# Where shorts show wear



## rockridge (Nov 17, 2004)

It seems most shorts wear thin right above the chamois, invoking the infamous "your butt is showing" comment. Why aren't shorts extra thick there or material doubled?


----------



## Pirx (Aug 9, 2009)

rockridge said:


> It seems most shorts wear thin right above the chamois,


Mine don't. Where did you get your statistics from?


----------



## rockridge (Nov 17, 2004)

General observation on road and in spin classes. Also several of mine.


----------



## NJBiker72 (Jul 9, 2011)

I agree with Pirx (second time in 2 months, watch for other signs of the apocolypse).

Mine seem to wear on the inner thigh. 

Or wear I skid along the pavement after a crash.


----------



## MR_GRUMPY (Aug 21, 2002)

Those become my bibs of choice for working out on my trainer.

Most people could afford to lose a few pounds in that area, so the lycra tends to break down over time because of the over-stretching.
.


----------



## pittcanna (Oct 2, 2014)

Lycra breaks down depending on different detergents used in the washing machine. Anything with fabric softener kills spandex as it loosens the fibers causing thin spots. Drying lycra too hot will cause thin spots as well.

Also depending on if you use chamois butter that can impact the life of the shorts.


----------



## mpre53 (Oct 25, 2011)

Bibs can also wear in the front, from the stretch of being pulled down to pee over the course of a couple of years.


----------



## majbuzz (Nov 30, 2012)

pittcanna said:


> Lycra breaks down depending on different detergents used in the washing machine. Anything with fabric softener kills spandex as it loosens the fibers causing thin spots. Drying lycra too hot will cause thin spots as well.



I believe we have determined that some folks around here don't wash theirs very much, so probably not the reason.


----------



## pittcanna (Oct 2, 2014)

majbuzz said:


> I believe we have determined that some folks around here don't wash theirs very much, so probably not the reason.

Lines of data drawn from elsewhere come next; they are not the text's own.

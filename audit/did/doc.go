// Package did estimates what followed an import from a panel.Panel of import
// areas and their matched controls: difference-in-differences in its plain
// and staggered forms. Estimate runs, for every outcome, the Poisson model
// with unit and month fixed effects stacked by cohort with clean controls
// (ppml-twfe, the headline: Headline), Callaway & Sant'Anna's group-time
// average effects (cs-att), the linear two-way fixed-effects event study
// (twfe-linear) and the plain before/after comparison (did-2x2), each with
// its interval, pre-trend test and placebo. The headline also gives the
// Poisson event study (relative effect per event month) that the report's
// charts draw, and the only pre-trend test that raises warnings (its leads,
// Holm-adjusted across outcomes); the other estimators are robustness
// checks whose own tests are notes. inference.go says which interval each
// estimator uses at which number of treated clusters; a separated Poisson
// layer fails with ErrSeparated.
//
// Files: estimate.go dispatches; types.go holds the options and results;
// result.go and inference.go the helpers every estimator shares; one file
// per estimator. The package reads only the panel.
package did
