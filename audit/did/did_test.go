package did

import (
	"context"
	"fmt"
	"math"
	"math/rand/v2"
	"strings"
	"testing"
	"time"

	"github.com/loadwake/loadwake/audit/infer"
	"github.com/loadwake/loadwake/audit/panel"
	"github.com/loadwake/loadwake/audit/panel/paneltest"
)

// twoPeriodPanel builds a two-month panel from per-unit (before, after)
// values; treated units are first treated in month 1.
func twoPeriodPanel(treated, control [][2]float64) *panel.Panel {
	p := &panel.Panel{Start: time.Date(1992, 2, 1, 0, 0, 0, 0, time.UTC), Months: 2, Outcomes: []string{"y"}}
	var y []float64
	add := func(vals [][2]float64, ft int, tag string) {
		for i, v := range vals {
			p.Units = append(p.Units, panel.Unit{ID: fmt.Sprintf("%s%d", tag, i), FirstTreated: ft, Weight: 1})
			y = append(y, v[0], v[1])
		}
	}
	add(treated, 1, "t")
	add(control, -1, "c")
	p.Y = [][]float64{y}
	return p
}

// TestDiD2x2CardKrueger reproduces the 2x2 difference-in-differences of Card &
// Krueger (1994, American Economic Review 84(4), Table 3; also Angrist &
// Pischke, Mostly Harmless Econometrics, Table 5.2.1): full-time-equivalent
// employment per store, Pennsylvania 23.33 before and 21.17 after, New Jersey
// 20.44 before and 21.03 after (cell means from memory). From these rounded
// means the DiD is 2.75; the published estimate is 2.76 (SE 1.36, from memory)
// because it uses unrounded means. The stores here are two per state spread
// symmetrically around the cell means, so only the point estimate is checked.
func TestDiD2x2CardKrueger(t *testing.T) {
	nj := [][2]float64{{20.44 - 1, 21.03 + 0.5}, {20.44 + 1, 21.03 - 0.5}, {20.44 - 2, 21.03 - 1}, {20.44 + 2, 21.03 + 1}}
	pa := [][2]float64{{23.33 - 1, 21.17 - 0.7}, {23.33 + 1, 21.17 + 0.7}, {23.33 + 3, 21.17}, {23.33 - 3, 21.17}}
	p := twoPeriodPanel(nj, pa)
	opts := DefaultOptions()
	opts.Inference = InferenceAnalytic
	cl, G := p.ClusterIndex()
	e, err := did2x2(context.Background(), p, p.Y[0], []int{1}, cl, G, opts, rand.New(rand.NewPCG(1, 2)))
	if err != nil {
		t.Fatal(err)
	}
	if math.Abs(e.att-2.75) > 1e-9 {
		t.Errorf("DiD %v, want 2.75 from the rounded cell means", e.att)
	}
	if math.Abs(e.att-2.76) > 0.015 {
		t.Errorf("DiD %v far from the published 2.76", e.att)
	}
	// The group-time estimator's only cell, ATT(1,1), is the same 2x2.
	cs, err := callawaySantAnna(p, p.Y[0], cl, G, opts, rand.New(rand.NewPCG(1, 2)), false)
	if err != nil {
		t.Fatal(err)
	}
	if math.Abs(cs.overall.att-2.75) > 1e-9 {
		t.Errorf("cs-att %v, want 2.75", cs.overall.att)
	}
	// Relative effect: 2.75 / (21.03 − 2.75).
	if want := 2.75 / (21.03 - 2.75); math.Abs(cs.overall.rel-want) > 1e-9 {
		t.Errorf("relative effect %v, want %v", cs.overall.rel, want)
	}
}

// TestCSEqualsDiD2x2 checks on random two-period panels that the group-time
// estimator with one cohort and two months is exactly the 2x2 DiD (CS 2021,
// section 2: the 2x2 is the building block), and that its standard error is
// the two-sample one with each arm's own degrees of freedom. Random values:
// the identities must hold for any data.
func TestCSEqualsDiD2x2(t *testing.T) {
	rng := rand.New(rand.NewPCG(7, 7))
	for trial := range 20 {
		var tr, co [][2]float64
		for range 3 + rng.IntN(10) {
			tr = append(tr, [2]float64{rng.Float64() * 10, rng.Float64() * 10})
		}
		for range 3 + rng.IntN(10) {
			co = append(co, [2]float64{rng.Float64() * 10, rng.Float64() * 10})
		}
		p := twoPeriodPanel(tr, co)
		weighted := trial%2 == 1
		for i := range p.Units {
			if !p.Units[i].Treated() && weighted {
				p.Units[i].Weight = 0.5 + rng.Float64()
			}
		}
		opts := DefaultOptions()
		opts.Inference = InferenceAnalytic
		cl, G := p.ClusterIndex()
		d, err := did2x2(context.Background(), p, p.Y[0], []int{1}, cl, G, opts, rng)
		if err != nil {
			t.Fatal(err)
		}
		cs, err := callawaySantAnna(p, p.Y[0], cl, G, opts, rng, false)
		if err != nil {
			t.Fatal(err)
		}
		if math.Abs(d.att-cs.overall.att) > 1e-10 {
			t.Errorf("trial %d: did-2x2 %v, cs-att %v", trial, d.att, cs.overall.att)
		}
		if weighted {
			continue
		}
		// One cohort, one pre and one post month, one unit per cluster: the
		// influence-function variance with the per-arm HC1 factors is the
		// unequal-variance two-sample variance of the mean changes,
		// s_T²/n_T + s_C²/n_C (Welch 1947; R's t.test(var.equal = FALSE)).
		welch := 0.0
		for _, arm := range [][][2]float64{tr, co} {
			m := 0.0
			for _, v := range arm {
				m += v[1] - v[0]
			}
			m /= float64(len(arm))
			ss := 0.0
			for _, v := range arm {
				ss += (v[1] - v[0] - m) * (v[1] - v[0] - m)
			}
			welch += ss / float64(len(arm)-1) / float64(len(arm))
		}
		if want := math.Sqrt(welch); math.Abs(cs.overall.se-want) > 1e-9*want {
			t.Errorf("trial %d: cs-att SE %v, Welch two-sample SE %v", trial, cs.overall.se, want)
		}
	}
}

func TestDiD2x2WildBootstrap(t *testing.T) {
	// Few clusters: the wild bootstrap must be chosen, with Webb weights below 12 clusters.
	p := twoPeriodPanel([][2]float64{{1, 5}, {2, 7}, {3, 6}, {2, 9}}, [][2]float64{{1, 2}, {3, 3}, {2, 4}, {4, 4}, {1, 1}})
	opts := DefaultOptions()
	cl, G := p.ClusterIndex()
	e, err := did2x2(context.Background(), p, p.Y[0], []int{1}, cl, G, opts, rand.New(rand.NewPCG(1, 1)))
	if err != nil {
		t.Fatal(err)
	}
	if e.method != "wild-bootstrap-webb-999" {
		t.Errorf("method %q", e.method)
	}
	if !(e.lo < e.att && e.att < e.hi) || e.p <= 0 || e.p > 1 {
		t.Errorf("interval [%v, %v] around %v, p %v", e.lo, e.hi, e.att, e.p)
	}
	// The bootstrap-t interval with 9 clusters is wider than the normal one (common practice).
	if e.hi-e.lo <= 2*1.96*e.se {
		t.Errorf("bootstrap interval %v not wider than normal %v", e.hi-e.lo, 2*1.96*e.se)
	}
}

// TestLinearDesignForWild: the event study handed to the restricted wild
// bootstrap (unit effects absorbed, month dummies as columns) is the same
// regression as the closed-form two-way demeaning: equal coefficients and
// equal CR1 standard error of the mean of lags (Frisch–Waugh–Lovell; the
// same CR1 factor, K counting every fixed effect).
func TestLinearDesignForWild(t *testing.T) {
	w := paneltest.World{PerCohort: 6, Cohorts: []int{8, 11}, Controls: 9, Months: 18, Delta: 0.2}
	p := w.Panel(4)
	p.Units[len(p.Units)-1].Weight = 2.5
	win := Window{Pre: 4, Post: 6}
	d, err := newESDesign(p, win)
	if err != nil {
		t.Fatal(err)
	}
	cl, G := p.ClusterIndex()
	opts := DefaultOptions()
	opts.Window = win
	opts.Inference = InferenceAnalytic
	e, err := twfeEventStudy(context.Background(), d, p.Y[0], cl, G, opts, rand.New(rand.NewPCG(1, 1)))
	if err != nil {
		t.Fatal(err)
	}
	f, err := infer.FitOLS(d.linearDesign(p.Y[0], cl))
	if err != nil {
		t.Fatal(err)
	}
	a := make([]float64, d.K)
	nPost := 0
	for _, ev := range d.cols {
		if ev >= 0 {
			nPost++
		}
	}
	for c, ev := range d.cols {
		if ev >= 0 {
			a[c] = 1 / float64(nPost)
		}
	}
	full := d.fullRestriction(a)
	att := 0.0
	for j, v := range full {
		att += v * f.Beta[j]
	}
	if math.Abs(att-e.att) > 1e-9*(1+math.Abs(e.att)) || math.Abs(f.SE(full)-e.se) > 1e-9*e.se {
		t.Errorf("design for the bootstrap: att %v se %v; closed form: att %v se %v", att, f.SE(full), e.att, e.se)
	}
	opts.Inference = InferenceBootstrap
	b, err := twfeEventStudy(context.Background(), d, p.Y[0], cl, G, opts, rand.New(rand.NewPCG(1, 1)))
	if err != nil {
		t.Fatal(err)
	}
	// One procedure: the interval excludes 0 exactly when p < 0.05.
	if excl := b.lo > 0 || b.hi < 0; excl != (b.p < 0.05) || !strings.HasPrefix(b.method, "wild-bootstrap-") || b.noInterval {
		t.Errorf("restricted wild bootstrap: [%v, %v], p %v, method %q", b.lo, b.hi, b.p, b.method)
	}
}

Or could be the reason entirely. Sweat destroys spandex.
LOL


----------



## NJBiker72 (Jul 9, 2011)

mpre53 said:


> Bibs can also wear in the front, from the stretch of being pulled down to pee over the course of a couple of years.


Oh come now, that is not what is stretching the front.


----------



## Drew Eckhardt (Nov 11, 2009)

rockridge said:


> It seems most shorts wear thin right above the chamois, invoking the infamous "your butt is showing" comment. Why aren't shorts extra thick there or material doubled?


My Performance shorts quickly failed that way.

My Pearl Izumis stay opaque but pill on the legs next to the saddle and the leg bands stop gripping.


----------



## SPlKE (Sep 10, 2007)

rockridge said:


> It seems most shorts wear thin right above the chamois, invoking the infamous "your butt is showing" comment. Why aren't shorts extra thick there or material doubled?


Classic fart wear pattern.


----------



## Upnorth (Jul 4, 2013)

Mine always lose grip (stretch) at thigh band prior to wearing thin.


----------



## wim (Feb 28, 2005)

Pirx said:


> Mine don't. Where did you get your statistics from?


Perhaps you're just unaware. Many people (like yours truly) are until some kind soul says out loud what has been obvious to all for months.


----------



## Marzo92 (Apr 15, 2010)

The hair on my butt more than makes up for any thin spots.


----------